| REQUIREMENT |
The word "TaskKind" marks the lines to find; copy every such line from the data below.

Stored data entries
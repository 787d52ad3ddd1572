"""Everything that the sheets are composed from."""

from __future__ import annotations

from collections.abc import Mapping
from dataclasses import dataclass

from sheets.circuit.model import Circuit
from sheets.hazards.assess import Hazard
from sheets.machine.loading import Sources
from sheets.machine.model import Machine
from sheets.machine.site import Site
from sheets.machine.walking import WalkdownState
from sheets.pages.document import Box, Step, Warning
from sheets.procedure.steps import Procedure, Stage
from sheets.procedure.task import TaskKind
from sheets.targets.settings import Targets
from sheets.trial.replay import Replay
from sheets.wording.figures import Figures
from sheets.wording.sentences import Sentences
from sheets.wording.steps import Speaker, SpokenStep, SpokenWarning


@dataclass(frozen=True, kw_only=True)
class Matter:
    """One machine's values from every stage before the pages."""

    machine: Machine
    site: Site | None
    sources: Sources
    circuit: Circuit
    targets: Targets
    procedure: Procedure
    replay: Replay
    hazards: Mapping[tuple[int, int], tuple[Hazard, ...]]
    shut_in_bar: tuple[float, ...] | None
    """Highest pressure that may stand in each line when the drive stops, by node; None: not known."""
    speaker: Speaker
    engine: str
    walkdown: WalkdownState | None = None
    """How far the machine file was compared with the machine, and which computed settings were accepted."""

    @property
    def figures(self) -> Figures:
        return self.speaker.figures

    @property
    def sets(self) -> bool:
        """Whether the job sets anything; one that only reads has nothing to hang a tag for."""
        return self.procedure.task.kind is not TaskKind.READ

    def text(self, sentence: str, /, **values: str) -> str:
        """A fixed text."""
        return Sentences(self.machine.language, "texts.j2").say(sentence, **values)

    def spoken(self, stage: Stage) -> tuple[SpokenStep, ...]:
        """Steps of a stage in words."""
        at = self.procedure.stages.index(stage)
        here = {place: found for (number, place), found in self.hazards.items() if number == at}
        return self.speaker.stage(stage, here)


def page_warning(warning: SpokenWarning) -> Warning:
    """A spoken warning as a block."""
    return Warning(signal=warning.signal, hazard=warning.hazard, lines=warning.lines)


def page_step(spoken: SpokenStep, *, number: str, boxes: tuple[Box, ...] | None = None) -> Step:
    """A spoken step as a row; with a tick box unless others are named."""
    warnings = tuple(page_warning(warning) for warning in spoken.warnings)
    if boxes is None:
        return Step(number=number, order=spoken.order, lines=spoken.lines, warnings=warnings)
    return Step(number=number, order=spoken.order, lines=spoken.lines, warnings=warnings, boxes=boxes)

| TASK RESPONSE |
from sheets.procedure.task import TaskKind
        return self.procedure.task.kind is not TaskKind.READ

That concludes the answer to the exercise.